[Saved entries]
########
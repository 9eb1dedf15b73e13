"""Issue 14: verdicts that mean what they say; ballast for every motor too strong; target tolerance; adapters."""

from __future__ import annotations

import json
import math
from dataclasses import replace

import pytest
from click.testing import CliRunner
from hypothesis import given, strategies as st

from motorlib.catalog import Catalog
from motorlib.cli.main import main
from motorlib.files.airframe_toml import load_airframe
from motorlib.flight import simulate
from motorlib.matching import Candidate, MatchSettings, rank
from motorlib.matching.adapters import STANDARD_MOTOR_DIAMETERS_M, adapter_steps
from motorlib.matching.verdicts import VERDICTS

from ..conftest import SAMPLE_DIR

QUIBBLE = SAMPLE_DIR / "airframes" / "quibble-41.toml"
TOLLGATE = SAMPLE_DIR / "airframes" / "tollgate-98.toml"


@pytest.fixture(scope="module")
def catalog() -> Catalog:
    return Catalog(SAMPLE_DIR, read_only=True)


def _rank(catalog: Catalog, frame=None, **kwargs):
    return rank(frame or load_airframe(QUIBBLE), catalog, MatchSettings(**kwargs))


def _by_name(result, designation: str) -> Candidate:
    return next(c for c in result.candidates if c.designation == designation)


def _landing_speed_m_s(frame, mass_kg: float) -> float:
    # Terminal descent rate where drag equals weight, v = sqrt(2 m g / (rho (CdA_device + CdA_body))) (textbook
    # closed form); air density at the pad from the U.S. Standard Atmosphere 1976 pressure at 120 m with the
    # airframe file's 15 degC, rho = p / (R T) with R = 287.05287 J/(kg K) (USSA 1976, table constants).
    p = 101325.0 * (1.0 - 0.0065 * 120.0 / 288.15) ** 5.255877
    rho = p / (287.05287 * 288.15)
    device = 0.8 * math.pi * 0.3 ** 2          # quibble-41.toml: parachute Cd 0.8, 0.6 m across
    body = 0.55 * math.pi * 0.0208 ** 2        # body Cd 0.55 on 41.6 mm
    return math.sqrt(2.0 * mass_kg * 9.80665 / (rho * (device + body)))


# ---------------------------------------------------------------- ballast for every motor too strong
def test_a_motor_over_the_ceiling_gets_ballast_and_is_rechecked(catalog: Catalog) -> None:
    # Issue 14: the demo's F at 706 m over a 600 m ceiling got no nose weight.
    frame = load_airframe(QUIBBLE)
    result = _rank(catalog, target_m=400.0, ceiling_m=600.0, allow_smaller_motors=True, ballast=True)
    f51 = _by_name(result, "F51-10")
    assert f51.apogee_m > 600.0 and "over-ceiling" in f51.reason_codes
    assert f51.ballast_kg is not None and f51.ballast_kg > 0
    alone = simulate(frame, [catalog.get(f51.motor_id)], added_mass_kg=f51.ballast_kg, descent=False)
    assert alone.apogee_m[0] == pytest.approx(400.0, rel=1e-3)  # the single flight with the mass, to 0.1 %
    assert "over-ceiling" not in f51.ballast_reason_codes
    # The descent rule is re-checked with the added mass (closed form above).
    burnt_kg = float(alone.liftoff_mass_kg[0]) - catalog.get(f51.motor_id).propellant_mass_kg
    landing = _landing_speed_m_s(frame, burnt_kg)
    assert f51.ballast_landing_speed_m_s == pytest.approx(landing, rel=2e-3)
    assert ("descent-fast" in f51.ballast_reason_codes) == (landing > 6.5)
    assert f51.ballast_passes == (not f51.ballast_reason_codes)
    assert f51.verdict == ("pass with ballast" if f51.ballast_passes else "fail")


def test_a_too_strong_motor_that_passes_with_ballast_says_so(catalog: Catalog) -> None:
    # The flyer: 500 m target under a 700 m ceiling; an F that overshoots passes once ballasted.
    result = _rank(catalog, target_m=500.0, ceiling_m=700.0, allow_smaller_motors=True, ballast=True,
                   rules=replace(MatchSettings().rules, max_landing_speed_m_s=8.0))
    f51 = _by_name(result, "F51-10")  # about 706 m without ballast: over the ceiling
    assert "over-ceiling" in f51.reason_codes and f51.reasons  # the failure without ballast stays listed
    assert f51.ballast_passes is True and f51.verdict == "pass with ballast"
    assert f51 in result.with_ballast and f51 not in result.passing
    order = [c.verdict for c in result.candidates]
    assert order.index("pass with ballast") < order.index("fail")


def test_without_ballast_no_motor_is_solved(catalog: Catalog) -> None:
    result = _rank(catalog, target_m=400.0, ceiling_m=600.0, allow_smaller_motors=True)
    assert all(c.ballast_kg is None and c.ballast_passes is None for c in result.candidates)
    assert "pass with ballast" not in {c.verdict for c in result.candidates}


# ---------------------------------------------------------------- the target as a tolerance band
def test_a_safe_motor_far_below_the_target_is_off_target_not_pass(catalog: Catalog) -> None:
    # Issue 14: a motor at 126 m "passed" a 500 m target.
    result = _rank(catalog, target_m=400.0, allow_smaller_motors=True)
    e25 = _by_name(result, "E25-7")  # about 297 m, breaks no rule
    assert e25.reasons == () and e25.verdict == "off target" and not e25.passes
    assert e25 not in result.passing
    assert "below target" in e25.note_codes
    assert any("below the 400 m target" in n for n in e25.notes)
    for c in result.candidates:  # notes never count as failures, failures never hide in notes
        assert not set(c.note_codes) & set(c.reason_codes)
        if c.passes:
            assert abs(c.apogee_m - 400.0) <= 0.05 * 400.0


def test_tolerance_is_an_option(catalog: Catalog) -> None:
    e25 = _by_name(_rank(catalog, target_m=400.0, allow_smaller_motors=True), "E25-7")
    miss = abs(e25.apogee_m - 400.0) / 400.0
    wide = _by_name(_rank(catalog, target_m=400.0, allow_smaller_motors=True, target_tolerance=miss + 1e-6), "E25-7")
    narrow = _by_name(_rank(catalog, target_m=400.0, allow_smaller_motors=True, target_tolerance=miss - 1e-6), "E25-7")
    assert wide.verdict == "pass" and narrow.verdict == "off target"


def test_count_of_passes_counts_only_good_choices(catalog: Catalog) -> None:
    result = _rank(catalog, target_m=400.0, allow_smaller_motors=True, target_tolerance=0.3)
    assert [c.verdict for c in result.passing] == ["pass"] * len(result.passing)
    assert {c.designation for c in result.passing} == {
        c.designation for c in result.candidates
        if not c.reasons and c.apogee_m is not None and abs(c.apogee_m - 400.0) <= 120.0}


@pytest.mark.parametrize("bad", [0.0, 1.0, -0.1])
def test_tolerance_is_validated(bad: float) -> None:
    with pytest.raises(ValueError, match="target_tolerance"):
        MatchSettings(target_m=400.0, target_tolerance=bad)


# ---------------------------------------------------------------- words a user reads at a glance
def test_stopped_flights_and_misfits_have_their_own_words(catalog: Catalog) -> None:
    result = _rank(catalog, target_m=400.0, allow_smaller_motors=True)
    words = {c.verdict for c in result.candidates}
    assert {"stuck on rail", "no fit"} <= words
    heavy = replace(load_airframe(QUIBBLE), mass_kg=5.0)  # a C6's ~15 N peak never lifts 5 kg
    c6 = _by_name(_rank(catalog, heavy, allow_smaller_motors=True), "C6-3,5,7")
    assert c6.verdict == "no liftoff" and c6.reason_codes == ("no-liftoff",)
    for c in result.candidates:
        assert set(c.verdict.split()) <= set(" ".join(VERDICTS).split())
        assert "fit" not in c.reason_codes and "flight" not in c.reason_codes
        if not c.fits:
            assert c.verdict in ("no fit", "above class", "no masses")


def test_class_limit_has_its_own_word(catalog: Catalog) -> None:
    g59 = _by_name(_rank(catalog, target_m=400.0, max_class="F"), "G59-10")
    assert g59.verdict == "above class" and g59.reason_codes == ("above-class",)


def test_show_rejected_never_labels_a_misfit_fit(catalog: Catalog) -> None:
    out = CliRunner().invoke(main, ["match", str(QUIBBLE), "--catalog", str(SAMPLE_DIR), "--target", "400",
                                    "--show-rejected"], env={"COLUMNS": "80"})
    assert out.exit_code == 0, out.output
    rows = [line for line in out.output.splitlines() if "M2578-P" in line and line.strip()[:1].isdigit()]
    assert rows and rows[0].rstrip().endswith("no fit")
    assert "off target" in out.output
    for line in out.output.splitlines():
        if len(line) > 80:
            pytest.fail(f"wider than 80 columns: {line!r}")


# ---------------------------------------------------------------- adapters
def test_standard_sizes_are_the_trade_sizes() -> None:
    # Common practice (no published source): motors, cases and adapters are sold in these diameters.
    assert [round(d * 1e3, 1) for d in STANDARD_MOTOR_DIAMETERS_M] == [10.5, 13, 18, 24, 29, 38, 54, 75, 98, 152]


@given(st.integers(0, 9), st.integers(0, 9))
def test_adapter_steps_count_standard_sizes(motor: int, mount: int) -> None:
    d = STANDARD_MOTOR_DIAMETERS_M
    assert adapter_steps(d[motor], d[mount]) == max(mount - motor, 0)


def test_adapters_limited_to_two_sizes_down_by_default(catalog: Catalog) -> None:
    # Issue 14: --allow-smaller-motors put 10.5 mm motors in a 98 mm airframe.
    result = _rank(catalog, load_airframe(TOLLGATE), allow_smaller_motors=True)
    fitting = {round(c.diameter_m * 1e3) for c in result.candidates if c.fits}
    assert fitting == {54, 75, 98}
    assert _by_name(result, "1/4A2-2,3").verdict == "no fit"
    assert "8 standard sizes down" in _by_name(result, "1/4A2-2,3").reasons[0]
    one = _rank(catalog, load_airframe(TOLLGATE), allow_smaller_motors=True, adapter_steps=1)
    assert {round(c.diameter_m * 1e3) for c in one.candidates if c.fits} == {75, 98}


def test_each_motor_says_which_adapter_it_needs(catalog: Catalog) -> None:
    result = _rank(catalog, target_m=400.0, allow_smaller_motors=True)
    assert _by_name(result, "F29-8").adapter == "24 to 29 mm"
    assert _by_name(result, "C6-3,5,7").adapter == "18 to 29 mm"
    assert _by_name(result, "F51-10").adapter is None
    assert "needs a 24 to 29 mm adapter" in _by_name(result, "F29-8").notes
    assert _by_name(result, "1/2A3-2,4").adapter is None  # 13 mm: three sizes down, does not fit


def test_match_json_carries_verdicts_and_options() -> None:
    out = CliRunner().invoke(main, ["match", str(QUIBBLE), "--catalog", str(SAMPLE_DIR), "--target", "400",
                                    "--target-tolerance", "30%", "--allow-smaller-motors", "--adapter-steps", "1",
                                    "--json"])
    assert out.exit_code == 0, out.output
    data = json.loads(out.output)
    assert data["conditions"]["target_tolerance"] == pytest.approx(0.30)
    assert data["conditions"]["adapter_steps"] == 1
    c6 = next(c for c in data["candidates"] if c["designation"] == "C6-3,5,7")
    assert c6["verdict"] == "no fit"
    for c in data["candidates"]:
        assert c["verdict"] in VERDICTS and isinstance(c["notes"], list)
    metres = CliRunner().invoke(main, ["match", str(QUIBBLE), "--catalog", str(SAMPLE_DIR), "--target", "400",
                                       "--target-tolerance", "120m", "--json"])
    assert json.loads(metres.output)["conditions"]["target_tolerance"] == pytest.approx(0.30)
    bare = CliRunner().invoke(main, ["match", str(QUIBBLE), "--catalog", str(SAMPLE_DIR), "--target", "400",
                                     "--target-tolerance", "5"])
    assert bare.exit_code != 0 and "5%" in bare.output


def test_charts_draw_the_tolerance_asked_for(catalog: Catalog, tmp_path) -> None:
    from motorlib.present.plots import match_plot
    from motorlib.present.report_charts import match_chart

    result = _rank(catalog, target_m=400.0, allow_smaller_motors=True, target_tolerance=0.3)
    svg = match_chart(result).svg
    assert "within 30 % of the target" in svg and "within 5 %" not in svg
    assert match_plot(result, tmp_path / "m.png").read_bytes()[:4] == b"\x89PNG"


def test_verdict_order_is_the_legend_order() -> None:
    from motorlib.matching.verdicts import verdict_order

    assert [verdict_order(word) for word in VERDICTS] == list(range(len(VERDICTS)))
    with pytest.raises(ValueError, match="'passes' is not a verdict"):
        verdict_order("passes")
########
### ACTIVITY
Copy out the data above word for word, starting at its first line and ending with the line that contains "# closed form);".

### OUTPUT OF THE TASK
repository 9eb1dedf15b73e13
"""Issue 14: verdicts that mean what they say; ballast for every motor too strong; target tolerance; adapters."""

from __future__ import annotations

import json
import math
from dataclasses import replace

import pytest
from click.testing import CliRunner
from hypothesis import given, strategies as st

from motorlib.catalog import Catalog
from motorlib.cli.main import main
from motorlib.files.airframe_toml import load_airframe
from motorlib.flight import simulate
from motorlib.matching import Candidate, MatchSettings, rank
from motorlib.matching.adapters import STANDARD_MOTOR_DIAMETERS_M, adapter_steps
from motorlib.matching.verdicts import VERDICTS

from ..conftest import SAMPLE_DIR

QUIBBLE = SAMPLE_DIR / "airframes" / "quibble-41.toml"
TOLLGATE = SAMPLE_DIR / "airframes" / "tollgate-98.toml"


@pytest.fixture(scope="module")
def catalog() -> Catalog:
    return Catalog(SAMPLE_DIR, read_only=True)


def _rank(catalog: Catalog, frame=None, **kwargs):
    return rank(frame or load_airframe(QUIBBLE), catalog, MatchSettings(**kwargs))


def _by_name(result, designation: str) -> Candidate:
    return next(c for c in result.candidates if c.designation == designation)


def _landing_speed_m_s(frame, mass_kg: float) -> float:
    # Terminal descent rate where drag equals weight, v = sqrt(2 m g / (rho (CdA_device + CdA_body))) (textbook
    # closed form); air density at the pad from the U.S. Standard Atmosphere 1976 pressure at 120 m with the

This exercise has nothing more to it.